Pourquoi vous inscrire ?
«
»
Tome 1, Chapitre 20 « L'Ange Déçu » Tome 1, Chapitre 20
Qu’est-ce qu’il m’a pris ? J’aperçois du coin de l’œil Armand et Ophélia qui se dirigent vers l’une des baies. Assise au bar, j’attends le retour de mon compagnon.
    – Pourquoi sommes-nous là, Hierominus ? lancé-je évasive.
    Au même instant, le barman dépose sous mon nez un verre à pied empli d’un liquide bleuté.
    – De la part de votre cavalier. Il m’a demandé de vous remettre ceci, me souffle-t-il en me glissant entre les doigts un minuscule carton blanc.
    Abélia, pardonne-moi par avance mon inconduite. Cependant, je me dois de m’absenter. Si je ne suis pas revenu d’ici minuit, va-t’en quérir Armand et Ophélia.
    Un instant, il me prend l’envie de tout démolir autour de moi et de redessiner à ma manière le portrait de l’elfe noir qui se tient derrière le comptoir.
    – Alors Abélia, tu en fais une tête, murmure quelqu’un derrière moi.
    Je me retourne et découvre la troublante princesse melnibonéenne. Elle porte une robe de soirée bleue qui rehausse avec élégance la pâleur de son teint. Elle lance une œillade au barman qui aussitôt lui tend une flûte remplie d’une liqueur rosée, d’où s’échappent d’étranges volutes de fumée.

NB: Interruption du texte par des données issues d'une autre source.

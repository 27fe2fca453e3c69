package org.tensio.engine.io;

import java.io.IOException;
import java.io.InputStream;
import java.nio.ByteBuffer;
import java.nio.charset.CharacterCodingException;
import java.nio.charset.CodingErrorAction;
import java.nio.charset.StandardCharsets;
import java.nio.file.Files;
import java.nio.file.Path;
import java.util.ArrayList;
import java.util.Collections;
import java.util.LinkedHashMap;
import java.util.LinkedHashSet;
import java.util.List;
import java.util.Map;
import java.util.Optional;
import java.util.Set;
import java.util.regex.Matcher;
import java.util.regex.Pattern;

import com.google.gson.JsonArray;
import com.google.gson.JsonElement;
import com.google.gson.JsonObject;
import com.google.gson.JsonPrimitive;

import org.tensio.engine.fatigue.FatigueData;
import org.tensio.engine.geometry.ArcSegment;
import org.tensio.engine.geometry.Contour;
import org.tensio.engine.geometry.LineSegment;
import org.tensio.engine.geometry.Point2;
import org.tensio.engine.geometry.Segment;
import org.tensio.engine.io.LoadTableReader.StationCases;
import org.tensio.engine.loads.ForceComponent;
import org.tensio.engine.loads.InternalForces;
import org.tensio.engine.profile.ArbitraryClosedProfile;
import org.tensio.engine.profile.ArbitraryProfileWithVoids;
import org.tensio.engine.profile.ProfileDef;
import org.tensio.engine.profile.ProfileTypes;
import org.tensio.engine.spi.CheckCriterion;
import org.tensio.engine.spi.Extensions;
import org.tensio.engine.spi.ProfileType;
import org.tensio.engine.project.Combination;
import org.tensio.engine.project.Project;
import org.tensio.engine.project.Station;
import org.tensio.engine.section.Criterion;
import org.tensio.engine.section.Material;
import org.tensio.engine.section.MaterialLimits;
import org.tensio.engine.section.Section;
import org.tensio.engine.section.SectionPart;
import org.tensio.engine.section.SectionValidator;
import org.tensio.engine.units.UnitSystem;
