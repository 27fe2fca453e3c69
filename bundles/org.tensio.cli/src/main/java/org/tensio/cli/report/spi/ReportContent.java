package org.tensio.cli.report.spi;

import java.util.List;

/**
 * The blocks a contributed {@link ReportSection} can add. Text is plain (escaped by the writer). Not thread-safe:
 * use it only inside {@link ReportSection#write}.
 *
 * @since 0.1
 */
public interface ReportContent {

    /** Adds a paragraph. */
    void paragraph(String text);

    /** Adds a paragraph set as a note (smaller, muted). */
    void note(String text);

    /**
     * Adds a table.
     *
     * @param caption the caption, or null
     * @param header  column headings, at least one
     * @param rows    rows, each with as many cells as {@code header}
     * @throws IllegalArgumentException naming the row when a row has the wrong number of cells
     */
    void table(String caption, List<String> header, List<List<String>> rows);
}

    – Qu’est-ce que c’est ? ajoute-t-elle comme elle aperçoit le morceau de carton dans ma main.
    – Rien, murmuré-je.
    Elle hausse un sourcil, mais ne dit rien. À la place, elle s’empare de sa flûte et l’élève à hauteur de ses yeux.

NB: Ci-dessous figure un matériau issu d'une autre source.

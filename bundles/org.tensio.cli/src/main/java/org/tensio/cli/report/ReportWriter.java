package org.tensio.cli.report;

import java.io.IOException;
import java.nio.charset.StandardCharsets;
import java.nio.file.Files;
import java.nio.file.Path;
import java.security.MessageDigest;
import java.security.NoSuchAlgorithmException;
import java.time.Clock;
import java.time.Instant;
import java.time.temporal.ChronoUnit;
import java.util.ArrayList;
import java.util.Calendar;
import java.util.GregorianCalendar;
import java.util.HexFormat;
import java.util.LinkedHashMap;
import java.util.List;
import java.util.Map;
import java.util.TimeZone;

import org.tensio.cli.report.spi.ReportContext;
import org.tensio.cli.report.spi.ReportSection;
import org.tensio.engine.checks.CheckReport;
import org.tensio.engine.checks.CheckResult;
import org.tensio.engine.fem.FiniteElementSolution;
import org.tensio.engine.geometry.ArcSegment;
import org.tensio.engine.geometry.Contour;
import org.tensio.engine.geometry.Segment;
import org.tensio.engine.io.AtomicFiles;
import org.tensio.engine.loads.InternalForces;
import org.tensio.engine.mesh.Mesh;
import org.tensio.engine.project.Combination;
import org.tensio.engine.project.Project;
import org.tensio.engine.project.Station;
import org.tensio.engine.properties.SectionProperties;
import org.tensio.engine.section.Criterion;
import org.tensio.engine.section.Material;
import org.tensio.engine.section.MaterialLimits;
import org.tensio.engine.section.Section;
import org.tensio.engine.section.SectionPart;
import org.tensio.engine.service.EngineInfo;
import org.tensio.engine.service.SectionAnalysisService;
import org.tensio.engine.stress.PrincipalStresses;
import org.tensio.engine.stress.StressComponents;
import org.tensio.engine.units.UnitSystem;

import com.google.gson.JsonElement;
import com.google.gson.JsonObject;
import com.google.gson.JsonParser;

    – À la tienne, Abélia, ronronne-t-elle. Sans rancune, hein !
    Interdite, je la dévisage un instant. Où est donc passé Armand ? Je ne le vois plus ; il a disparu. Au fond, je m’en moque un peu ; la compagnie de l’exilée ne m’est pas des plus désagréables.
    – Où est Armand ? Je ne le vois pas.
    Elle sourit.
    – Dans un coin où je n’ai aucune envie de l’accompagner, me rétorque-t-elle, un index pointé sur la porte des toilettes.
    Je pouffe pour retenir le fou rire qui me monte aux lèvres. Pourtant, je ne peux me départir d’un étrange sentiment, comme si elle, Armand et Hierominus me cachaient quelques sombres secrets.
    – N’oublie pas Abélia ! Tu es le Spectateur, me glisse-t-elle soudain comme si elle avait lu dans mes pensées.
    Je la vois qui élève le verre. Ses gestes sont lents, mesurés. Elle repose la flûte puis tire de son sac en peau de fezzard un étui de la taille de la paume de ma main. À l’intérieur, rangées avec le plus grand soin, une vingtaine de cigarettes à la bague mordorée attendent sagement. Je la regarde s’emparer de l’une d’entre elles, puis la porter à ses lèvres ; je fais de même, le sourire aux lèvres.
    – Merci.
    Ma réplique est brève, singulière et brève. Ophélia m’offre en guise de réponse un sourire chargé de mystère et une flamme surgie des ténèbres.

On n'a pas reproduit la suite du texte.